[Stored data entries]

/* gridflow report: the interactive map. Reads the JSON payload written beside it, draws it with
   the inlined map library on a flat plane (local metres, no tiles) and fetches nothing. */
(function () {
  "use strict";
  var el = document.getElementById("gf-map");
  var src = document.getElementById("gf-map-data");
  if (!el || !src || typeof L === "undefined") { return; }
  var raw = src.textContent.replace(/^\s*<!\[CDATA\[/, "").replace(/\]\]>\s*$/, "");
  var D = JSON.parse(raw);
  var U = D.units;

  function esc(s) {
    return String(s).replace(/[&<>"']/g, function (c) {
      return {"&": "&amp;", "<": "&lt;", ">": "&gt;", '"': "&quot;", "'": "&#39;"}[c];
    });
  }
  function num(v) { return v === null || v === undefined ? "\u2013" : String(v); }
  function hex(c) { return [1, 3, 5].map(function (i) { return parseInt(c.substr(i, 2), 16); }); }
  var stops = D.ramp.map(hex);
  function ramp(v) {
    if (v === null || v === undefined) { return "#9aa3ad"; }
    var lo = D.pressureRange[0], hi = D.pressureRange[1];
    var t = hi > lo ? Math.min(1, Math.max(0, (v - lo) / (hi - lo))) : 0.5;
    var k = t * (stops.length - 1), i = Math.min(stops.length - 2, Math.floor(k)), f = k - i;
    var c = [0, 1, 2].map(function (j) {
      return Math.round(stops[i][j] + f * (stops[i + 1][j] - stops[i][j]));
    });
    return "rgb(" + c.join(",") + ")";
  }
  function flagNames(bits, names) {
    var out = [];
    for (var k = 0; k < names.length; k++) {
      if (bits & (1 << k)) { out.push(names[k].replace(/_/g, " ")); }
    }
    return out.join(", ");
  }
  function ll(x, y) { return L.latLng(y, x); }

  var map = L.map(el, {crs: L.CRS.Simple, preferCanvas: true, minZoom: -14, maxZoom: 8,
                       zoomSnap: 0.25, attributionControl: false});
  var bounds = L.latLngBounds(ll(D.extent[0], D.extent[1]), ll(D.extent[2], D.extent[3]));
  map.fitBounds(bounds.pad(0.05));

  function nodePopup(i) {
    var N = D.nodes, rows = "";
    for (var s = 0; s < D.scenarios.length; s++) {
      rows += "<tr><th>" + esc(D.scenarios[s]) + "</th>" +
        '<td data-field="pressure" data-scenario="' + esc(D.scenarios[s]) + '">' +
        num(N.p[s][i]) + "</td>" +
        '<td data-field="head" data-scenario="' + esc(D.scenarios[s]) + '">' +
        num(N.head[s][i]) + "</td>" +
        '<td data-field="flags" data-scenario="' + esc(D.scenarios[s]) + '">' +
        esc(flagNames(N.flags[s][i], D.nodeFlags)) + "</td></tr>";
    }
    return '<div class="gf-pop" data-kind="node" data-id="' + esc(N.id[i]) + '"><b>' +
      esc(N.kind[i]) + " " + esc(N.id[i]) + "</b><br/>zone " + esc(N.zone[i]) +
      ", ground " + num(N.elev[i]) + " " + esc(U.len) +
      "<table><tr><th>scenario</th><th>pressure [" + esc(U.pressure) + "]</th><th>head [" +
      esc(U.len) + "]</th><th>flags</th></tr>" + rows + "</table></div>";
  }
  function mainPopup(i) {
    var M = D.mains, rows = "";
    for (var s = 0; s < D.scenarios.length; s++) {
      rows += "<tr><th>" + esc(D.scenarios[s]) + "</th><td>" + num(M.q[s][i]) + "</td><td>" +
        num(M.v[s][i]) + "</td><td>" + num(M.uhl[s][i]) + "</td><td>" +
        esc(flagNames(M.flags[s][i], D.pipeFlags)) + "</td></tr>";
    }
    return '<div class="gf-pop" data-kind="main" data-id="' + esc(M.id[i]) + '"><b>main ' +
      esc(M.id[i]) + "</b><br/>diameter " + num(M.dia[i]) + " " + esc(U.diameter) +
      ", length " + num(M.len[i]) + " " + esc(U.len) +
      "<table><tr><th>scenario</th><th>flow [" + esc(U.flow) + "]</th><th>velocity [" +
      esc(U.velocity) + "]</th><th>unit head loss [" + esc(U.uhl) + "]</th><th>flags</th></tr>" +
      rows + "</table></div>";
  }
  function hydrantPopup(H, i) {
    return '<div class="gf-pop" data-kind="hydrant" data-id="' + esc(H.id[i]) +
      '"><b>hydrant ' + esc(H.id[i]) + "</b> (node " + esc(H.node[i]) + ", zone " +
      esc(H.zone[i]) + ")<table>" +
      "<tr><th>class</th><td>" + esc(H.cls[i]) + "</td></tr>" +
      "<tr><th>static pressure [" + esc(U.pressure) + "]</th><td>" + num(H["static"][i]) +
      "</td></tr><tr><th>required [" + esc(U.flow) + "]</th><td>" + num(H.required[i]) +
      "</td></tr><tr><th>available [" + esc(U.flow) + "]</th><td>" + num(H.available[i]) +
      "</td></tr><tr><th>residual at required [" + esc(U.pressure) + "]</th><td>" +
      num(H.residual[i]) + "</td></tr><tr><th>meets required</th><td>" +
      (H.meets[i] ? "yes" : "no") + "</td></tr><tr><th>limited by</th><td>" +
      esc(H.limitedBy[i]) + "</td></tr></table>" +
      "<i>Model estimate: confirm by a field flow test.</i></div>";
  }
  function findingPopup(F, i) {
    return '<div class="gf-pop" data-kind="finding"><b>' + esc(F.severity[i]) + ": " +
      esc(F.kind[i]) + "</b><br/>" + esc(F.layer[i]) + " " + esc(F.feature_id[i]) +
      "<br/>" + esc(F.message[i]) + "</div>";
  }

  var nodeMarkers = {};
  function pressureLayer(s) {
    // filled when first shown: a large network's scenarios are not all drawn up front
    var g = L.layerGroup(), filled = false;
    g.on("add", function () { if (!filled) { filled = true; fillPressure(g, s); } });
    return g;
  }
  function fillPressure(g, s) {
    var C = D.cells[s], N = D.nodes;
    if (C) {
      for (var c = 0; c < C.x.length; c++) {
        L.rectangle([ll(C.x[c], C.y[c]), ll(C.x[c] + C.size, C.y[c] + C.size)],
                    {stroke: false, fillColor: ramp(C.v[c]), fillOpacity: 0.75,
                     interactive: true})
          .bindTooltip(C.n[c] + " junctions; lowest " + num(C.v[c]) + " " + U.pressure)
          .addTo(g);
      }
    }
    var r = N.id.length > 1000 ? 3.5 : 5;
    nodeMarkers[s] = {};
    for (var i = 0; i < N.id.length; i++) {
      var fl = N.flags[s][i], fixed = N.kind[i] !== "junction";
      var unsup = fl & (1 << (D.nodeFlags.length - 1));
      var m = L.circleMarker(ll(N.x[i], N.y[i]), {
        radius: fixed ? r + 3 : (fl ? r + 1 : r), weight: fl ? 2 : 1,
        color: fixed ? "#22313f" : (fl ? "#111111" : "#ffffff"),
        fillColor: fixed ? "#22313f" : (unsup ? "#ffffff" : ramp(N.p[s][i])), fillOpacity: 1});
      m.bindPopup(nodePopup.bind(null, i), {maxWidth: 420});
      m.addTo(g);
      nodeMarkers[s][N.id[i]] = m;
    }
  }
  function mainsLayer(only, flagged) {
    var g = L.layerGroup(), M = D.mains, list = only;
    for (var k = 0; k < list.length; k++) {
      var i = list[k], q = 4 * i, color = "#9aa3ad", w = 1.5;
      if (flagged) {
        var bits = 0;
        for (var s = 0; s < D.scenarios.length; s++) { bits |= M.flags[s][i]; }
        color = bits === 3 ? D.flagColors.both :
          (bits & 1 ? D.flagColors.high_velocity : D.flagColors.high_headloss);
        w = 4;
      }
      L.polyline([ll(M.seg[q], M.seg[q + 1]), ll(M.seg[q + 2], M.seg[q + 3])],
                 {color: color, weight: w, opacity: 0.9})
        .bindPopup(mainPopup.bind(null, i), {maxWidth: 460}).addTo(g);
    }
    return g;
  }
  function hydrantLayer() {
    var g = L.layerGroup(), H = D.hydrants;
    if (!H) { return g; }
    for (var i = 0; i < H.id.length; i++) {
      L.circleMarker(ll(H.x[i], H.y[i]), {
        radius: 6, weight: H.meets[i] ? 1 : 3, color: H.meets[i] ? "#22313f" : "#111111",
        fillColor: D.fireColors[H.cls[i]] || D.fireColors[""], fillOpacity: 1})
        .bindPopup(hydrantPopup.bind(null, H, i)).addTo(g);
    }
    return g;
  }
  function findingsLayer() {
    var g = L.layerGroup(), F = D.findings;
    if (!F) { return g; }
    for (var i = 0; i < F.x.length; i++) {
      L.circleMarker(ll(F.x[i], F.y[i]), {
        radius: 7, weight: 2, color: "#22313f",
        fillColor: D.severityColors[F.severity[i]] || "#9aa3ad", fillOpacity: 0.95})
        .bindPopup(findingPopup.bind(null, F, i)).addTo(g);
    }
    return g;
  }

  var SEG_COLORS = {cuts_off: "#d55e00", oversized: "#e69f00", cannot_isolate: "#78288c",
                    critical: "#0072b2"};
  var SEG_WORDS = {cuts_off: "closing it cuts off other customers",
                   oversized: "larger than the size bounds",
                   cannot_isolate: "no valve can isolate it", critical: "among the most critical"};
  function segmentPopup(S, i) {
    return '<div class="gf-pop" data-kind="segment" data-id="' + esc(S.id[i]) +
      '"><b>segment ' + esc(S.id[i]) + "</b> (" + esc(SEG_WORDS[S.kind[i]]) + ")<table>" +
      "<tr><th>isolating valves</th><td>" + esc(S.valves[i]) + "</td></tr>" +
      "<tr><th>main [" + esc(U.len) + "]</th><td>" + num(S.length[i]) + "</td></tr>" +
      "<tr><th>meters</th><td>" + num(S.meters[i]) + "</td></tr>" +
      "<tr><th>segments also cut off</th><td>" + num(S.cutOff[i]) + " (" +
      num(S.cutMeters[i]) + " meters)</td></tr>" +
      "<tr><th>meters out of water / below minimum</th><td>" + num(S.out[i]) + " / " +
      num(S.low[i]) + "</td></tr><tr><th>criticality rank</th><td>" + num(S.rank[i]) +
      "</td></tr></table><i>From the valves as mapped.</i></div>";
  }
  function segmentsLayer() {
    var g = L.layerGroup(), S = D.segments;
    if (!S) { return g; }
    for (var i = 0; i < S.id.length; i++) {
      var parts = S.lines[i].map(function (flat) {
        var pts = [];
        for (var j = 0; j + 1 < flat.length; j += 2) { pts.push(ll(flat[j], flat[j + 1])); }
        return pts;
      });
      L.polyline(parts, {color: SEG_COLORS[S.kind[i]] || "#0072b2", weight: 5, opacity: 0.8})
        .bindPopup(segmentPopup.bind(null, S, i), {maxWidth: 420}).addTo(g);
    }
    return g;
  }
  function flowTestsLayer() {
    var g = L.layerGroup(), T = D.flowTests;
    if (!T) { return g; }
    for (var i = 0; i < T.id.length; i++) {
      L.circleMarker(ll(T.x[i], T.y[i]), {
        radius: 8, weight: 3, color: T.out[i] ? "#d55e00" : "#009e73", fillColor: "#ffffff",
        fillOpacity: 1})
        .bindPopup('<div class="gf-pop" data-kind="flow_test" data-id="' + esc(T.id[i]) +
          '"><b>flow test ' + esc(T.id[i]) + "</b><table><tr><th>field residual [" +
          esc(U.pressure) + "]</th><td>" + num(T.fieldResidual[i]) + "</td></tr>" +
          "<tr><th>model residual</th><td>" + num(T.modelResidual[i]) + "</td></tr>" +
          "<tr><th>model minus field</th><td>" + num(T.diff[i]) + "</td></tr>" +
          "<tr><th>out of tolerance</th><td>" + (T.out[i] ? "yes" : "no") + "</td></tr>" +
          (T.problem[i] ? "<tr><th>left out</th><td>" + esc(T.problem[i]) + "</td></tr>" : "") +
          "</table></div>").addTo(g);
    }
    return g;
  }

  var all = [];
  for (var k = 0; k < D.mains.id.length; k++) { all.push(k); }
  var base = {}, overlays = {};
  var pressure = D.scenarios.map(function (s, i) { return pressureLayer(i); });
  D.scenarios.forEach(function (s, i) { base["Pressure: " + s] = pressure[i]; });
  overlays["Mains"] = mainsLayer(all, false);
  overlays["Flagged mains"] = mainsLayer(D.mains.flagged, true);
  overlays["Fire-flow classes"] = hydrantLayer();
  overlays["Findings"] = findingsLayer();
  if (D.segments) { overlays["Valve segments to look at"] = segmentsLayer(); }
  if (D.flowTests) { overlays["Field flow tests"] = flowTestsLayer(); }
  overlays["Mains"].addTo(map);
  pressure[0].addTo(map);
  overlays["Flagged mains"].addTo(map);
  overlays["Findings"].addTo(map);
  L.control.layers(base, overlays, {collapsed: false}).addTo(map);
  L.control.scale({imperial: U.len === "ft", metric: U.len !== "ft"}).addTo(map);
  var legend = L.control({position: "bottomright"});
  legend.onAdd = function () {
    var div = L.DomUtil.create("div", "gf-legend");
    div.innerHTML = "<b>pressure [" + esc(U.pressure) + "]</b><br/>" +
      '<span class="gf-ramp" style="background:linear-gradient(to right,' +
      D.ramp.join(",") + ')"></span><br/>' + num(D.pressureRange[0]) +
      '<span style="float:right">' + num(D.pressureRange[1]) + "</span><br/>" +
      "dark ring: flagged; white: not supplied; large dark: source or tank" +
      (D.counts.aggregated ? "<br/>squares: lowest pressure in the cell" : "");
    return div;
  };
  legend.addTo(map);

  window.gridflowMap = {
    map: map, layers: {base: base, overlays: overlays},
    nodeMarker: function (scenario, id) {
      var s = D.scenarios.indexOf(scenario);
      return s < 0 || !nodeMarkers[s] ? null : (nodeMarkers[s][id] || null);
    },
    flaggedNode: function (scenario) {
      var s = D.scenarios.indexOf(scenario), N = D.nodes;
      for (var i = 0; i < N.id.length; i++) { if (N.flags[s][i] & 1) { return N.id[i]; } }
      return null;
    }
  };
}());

Directions for this task. The expected answer is every line in the data above that carries the string "undefined".

Your solution.
  if (!el || !src || typeof L === "undefined") { return; }
  function num(v) { return v === null || v === undefined ? "\u2013" : String(v); }
    if (v === null || v === undefined) { return "#9aa3ad"; }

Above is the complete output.